**WHAT YOU SHOULD DO:**
In the records below, find the line containing "null = null;", then reproduce that line and every one after it to the end, exactly and alone.
'''
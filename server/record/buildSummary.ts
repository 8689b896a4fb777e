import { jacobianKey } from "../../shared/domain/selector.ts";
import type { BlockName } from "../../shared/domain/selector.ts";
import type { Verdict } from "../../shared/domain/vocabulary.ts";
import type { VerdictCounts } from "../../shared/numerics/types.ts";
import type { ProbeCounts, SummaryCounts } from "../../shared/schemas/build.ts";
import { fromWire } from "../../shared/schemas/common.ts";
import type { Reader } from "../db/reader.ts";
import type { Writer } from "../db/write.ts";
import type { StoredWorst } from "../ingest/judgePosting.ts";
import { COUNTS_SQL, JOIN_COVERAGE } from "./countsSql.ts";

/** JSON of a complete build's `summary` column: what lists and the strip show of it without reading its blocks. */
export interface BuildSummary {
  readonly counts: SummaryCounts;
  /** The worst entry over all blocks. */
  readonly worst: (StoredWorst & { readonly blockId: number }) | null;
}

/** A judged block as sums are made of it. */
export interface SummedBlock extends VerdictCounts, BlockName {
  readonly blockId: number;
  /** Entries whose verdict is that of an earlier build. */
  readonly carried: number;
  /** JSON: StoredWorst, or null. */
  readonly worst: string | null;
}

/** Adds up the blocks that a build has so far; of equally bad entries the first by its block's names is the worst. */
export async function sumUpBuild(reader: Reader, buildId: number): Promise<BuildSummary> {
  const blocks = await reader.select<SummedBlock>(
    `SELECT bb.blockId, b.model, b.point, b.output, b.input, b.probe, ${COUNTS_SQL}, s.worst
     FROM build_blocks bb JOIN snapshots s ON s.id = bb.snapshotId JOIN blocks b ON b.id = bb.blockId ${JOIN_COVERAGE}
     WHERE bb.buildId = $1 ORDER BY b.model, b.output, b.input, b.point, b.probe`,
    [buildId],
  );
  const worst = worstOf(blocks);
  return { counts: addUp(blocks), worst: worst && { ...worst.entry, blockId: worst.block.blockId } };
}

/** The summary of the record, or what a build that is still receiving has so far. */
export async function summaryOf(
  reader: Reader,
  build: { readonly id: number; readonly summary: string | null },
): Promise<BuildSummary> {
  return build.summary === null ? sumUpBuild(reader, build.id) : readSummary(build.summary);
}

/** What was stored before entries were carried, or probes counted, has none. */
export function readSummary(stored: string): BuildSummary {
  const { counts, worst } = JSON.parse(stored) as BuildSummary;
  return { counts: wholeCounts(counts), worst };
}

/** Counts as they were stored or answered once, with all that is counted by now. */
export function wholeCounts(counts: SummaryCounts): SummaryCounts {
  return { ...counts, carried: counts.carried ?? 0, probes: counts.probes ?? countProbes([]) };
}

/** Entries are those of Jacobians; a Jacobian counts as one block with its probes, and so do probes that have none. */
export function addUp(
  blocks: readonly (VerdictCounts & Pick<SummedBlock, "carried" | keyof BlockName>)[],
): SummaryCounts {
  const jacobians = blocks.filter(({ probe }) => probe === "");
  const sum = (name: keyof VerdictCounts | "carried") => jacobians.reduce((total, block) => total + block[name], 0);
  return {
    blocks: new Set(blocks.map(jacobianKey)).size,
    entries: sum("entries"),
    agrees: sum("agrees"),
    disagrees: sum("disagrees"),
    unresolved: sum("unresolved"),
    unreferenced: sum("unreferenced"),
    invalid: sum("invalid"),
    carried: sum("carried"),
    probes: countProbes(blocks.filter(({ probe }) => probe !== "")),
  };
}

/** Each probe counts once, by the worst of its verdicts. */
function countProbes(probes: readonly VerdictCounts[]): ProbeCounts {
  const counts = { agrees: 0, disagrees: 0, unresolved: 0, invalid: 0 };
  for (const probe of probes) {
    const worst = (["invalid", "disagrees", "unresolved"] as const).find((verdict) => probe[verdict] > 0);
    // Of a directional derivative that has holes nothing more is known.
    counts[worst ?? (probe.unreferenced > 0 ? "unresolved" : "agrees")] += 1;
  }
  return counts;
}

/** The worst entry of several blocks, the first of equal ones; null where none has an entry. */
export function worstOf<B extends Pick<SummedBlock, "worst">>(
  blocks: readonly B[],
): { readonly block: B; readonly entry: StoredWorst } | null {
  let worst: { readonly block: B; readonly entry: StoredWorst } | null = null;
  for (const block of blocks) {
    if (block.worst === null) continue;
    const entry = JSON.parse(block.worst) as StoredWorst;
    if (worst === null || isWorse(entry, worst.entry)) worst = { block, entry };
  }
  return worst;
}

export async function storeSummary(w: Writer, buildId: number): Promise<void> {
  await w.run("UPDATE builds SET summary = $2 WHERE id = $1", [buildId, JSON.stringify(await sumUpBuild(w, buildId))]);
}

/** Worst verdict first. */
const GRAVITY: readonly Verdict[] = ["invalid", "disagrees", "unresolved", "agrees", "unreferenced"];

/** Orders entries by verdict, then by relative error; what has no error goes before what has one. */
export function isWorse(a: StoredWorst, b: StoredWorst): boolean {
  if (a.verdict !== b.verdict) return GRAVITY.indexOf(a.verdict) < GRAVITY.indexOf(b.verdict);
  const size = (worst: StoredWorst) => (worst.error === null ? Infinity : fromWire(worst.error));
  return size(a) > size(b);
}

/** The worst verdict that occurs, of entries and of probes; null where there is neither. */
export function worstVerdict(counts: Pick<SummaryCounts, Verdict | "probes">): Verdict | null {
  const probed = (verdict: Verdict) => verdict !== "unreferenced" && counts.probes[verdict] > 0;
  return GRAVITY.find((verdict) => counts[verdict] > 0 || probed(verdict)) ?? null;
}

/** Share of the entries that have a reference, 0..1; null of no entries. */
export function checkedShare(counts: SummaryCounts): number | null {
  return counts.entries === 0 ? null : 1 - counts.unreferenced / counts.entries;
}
'''
**EXERCISE RESULT:**
  let worst: { readonly block: B; readonly entry: StoredWorst } | null = null;
  for (const block of blocks) {
    if (block.worst === null) continue;
    const entry = JSON.parse(block.worst) as StoredWorst;
    if (worst === null || isWorse(entry, worst.entry)) worst = { block, entry };
  }
  return worst;
}

export async function storeSummary(w: Writer, buildId: number): Promise<void> {
  await w.run("UPDATE builds SET summary = $2 WHERE id = $1", [buildId, JSON.stringify(await sumUpBuild(w, buildId))]);
}

/** Worst verdict first. */
const GRAVITY: readonly Verdict[] = ["invalid", "disagrees", "unresolved", "agrees", "unreferenced"];

/** Orders entries by verdict, then by relative error; what has no error goes before what has one. */
export function isWorse(a: StoredWorst, b: StoredWorst): boolean {
  if (a.verdict !== b.verdict) return GRAVITY.indexOf(a.verdict) < GRAVITY.indexOf(b.verdict);
  const size = (worst: StoredWorst) => (worst.error === null ? Infinity : fromWire(worst.error));
  return size(a) > size(b);
}

/** The worst verdict that occurs, of entries and of probes; null where there is neither. */
export function worstVerdict(counts: Pick<SummaryCounts, Verdict | "probes">): Verdict | null {
  const probed = (verdict: Verdict) => verdict !== "unreferenced" && counts.probes[verdict] > 0;
  return GRAVITY.find((verdict) => counts[verdict] > 0 || probed(verdict)) ?? null;
}

/** Share of the entries that have a reference, 0..1; null of no entries. */
export function checkedShare(counts: SummaryCounts): number | null {
  return counts.entries === 0 ? null : 1 - counts.unreferenced / counts.entries;
}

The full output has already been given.